### SUPPLIED RECORDS

--

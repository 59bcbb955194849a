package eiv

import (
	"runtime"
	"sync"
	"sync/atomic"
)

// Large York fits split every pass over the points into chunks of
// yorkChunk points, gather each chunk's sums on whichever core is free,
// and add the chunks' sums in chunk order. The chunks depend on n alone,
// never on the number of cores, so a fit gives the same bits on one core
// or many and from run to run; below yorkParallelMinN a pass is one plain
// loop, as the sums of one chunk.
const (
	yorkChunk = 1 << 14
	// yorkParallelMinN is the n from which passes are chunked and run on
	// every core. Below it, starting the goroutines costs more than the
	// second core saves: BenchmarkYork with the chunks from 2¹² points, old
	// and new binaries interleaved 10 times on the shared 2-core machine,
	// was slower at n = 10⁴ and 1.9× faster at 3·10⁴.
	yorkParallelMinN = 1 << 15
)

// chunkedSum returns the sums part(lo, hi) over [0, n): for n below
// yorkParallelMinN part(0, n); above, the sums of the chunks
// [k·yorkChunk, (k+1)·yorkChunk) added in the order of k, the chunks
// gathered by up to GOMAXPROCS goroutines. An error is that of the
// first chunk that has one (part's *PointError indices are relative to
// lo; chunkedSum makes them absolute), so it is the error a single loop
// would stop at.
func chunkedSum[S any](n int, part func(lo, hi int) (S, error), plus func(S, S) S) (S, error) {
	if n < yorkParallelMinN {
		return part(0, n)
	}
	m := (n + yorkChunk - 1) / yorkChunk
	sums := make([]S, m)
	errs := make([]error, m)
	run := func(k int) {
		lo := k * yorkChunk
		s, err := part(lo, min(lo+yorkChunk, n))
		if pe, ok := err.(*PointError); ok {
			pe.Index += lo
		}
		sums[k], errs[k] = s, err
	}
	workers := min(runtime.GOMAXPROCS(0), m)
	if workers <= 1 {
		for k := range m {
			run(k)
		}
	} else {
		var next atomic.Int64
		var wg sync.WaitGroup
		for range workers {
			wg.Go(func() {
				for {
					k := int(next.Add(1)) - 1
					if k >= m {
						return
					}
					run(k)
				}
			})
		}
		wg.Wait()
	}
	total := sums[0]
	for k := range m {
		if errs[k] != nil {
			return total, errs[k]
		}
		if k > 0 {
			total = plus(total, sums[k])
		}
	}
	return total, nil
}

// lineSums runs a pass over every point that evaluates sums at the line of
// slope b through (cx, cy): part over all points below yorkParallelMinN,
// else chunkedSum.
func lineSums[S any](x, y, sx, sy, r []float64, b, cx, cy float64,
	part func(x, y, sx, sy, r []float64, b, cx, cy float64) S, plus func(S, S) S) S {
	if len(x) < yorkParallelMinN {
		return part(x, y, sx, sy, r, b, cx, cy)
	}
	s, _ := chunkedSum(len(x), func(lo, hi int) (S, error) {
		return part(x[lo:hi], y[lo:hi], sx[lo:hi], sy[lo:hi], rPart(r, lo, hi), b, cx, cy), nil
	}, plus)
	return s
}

--

### PROBLEM
Quote the listing above from its first line to the line with "yorkChunk = 1 << 14", inclusive, and add nothing.

### RESPONSE FOR THIS EXERCISE
repository 59bcbb955194849a
package eiv

import (
	"runtime"
	"sync"
	"sync/atomic"
)

// Large York fits split every pass over the points into chunks of
// yorkChunk points, gather each chunk's sums on whichever core is free,
// and add the chunks' sums in chunk order. The chunks depend on n alone,
// never on the number of cores, so a fit gives the same bits on one core
// or many and from run to run; below yorkParallelMinN a pass is one plain
// loop, as the sums of one chunk.
const (
	yorkChunk = 1 << 14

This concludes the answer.